• _Your goal_: Collect each line of the entries that holds the string "Open".
-------- Dataset content
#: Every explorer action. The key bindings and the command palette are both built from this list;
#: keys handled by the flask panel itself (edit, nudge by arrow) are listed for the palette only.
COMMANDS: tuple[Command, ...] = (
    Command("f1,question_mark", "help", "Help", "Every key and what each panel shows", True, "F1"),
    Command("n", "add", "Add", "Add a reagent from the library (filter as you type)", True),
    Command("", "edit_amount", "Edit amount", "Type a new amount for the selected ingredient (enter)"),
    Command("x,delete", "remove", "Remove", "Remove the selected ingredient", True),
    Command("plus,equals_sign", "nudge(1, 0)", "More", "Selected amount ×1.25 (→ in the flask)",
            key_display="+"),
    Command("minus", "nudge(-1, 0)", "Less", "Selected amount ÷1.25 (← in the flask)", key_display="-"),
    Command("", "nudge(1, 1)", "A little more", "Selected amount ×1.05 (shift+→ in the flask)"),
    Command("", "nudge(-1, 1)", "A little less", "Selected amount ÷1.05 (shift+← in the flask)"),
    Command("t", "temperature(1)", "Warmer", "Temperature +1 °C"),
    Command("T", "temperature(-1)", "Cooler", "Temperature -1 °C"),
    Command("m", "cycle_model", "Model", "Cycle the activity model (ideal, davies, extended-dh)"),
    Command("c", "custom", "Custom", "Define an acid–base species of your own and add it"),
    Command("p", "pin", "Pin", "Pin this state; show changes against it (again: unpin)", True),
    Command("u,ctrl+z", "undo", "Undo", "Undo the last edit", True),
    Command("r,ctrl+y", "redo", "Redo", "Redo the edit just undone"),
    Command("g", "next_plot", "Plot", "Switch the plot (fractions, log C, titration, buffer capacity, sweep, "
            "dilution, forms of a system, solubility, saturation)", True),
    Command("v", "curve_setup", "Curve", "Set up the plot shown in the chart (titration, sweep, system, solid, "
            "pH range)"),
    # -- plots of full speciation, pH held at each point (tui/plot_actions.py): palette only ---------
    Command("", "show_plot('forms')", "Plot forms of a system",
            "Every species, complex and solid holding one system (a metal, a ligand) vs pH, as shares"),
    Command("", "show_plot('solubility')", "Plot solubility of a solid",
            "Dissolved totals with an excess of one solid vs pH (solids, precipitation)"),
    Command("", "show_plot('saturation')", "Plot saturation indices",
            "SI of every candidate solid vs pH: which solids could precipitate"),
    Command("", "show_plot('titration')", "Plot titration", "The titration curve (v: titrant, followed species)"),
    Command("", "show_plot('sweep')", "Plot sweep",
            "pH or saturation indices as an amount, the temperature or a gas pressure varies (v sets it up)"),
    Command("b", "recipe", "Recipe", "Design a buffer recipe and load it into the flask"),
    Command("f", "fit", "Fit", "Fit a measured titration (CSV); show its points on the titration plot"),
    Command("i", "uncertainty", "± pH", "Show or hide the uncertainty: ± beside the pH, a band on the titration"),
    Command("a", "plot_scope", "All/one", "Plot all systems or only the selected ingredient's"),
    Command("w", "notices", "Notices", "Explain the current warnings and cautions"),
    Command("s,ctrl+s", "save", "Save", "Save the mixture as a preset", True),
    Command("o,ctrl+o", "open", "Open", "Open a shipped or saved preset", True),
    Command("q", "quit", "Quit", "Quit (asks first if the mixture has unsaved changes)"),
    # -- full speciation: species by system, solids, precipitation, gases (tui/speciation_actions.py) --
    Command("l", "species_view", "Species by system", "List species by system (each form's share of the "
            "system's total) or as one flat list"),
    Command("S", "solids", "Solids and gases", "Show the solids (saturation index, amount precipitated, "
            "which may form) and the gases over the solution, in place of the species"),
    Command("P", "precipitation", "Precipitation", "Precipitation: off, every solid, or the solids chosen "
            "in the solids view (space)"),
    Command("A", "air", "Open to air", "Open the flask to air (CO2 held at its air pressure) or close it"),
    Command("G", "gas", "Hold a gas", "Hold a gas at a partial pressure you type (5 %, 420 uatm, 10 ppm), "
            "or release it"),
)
----------------
• _Reply to the task_:
    Command("o,ctrl+o", "open", "Open", "Open a shipped or saved preset", True),
    Command("A", "air", "Open to air", "Open the flask to air (CO2 held at its air pressure) or close it"),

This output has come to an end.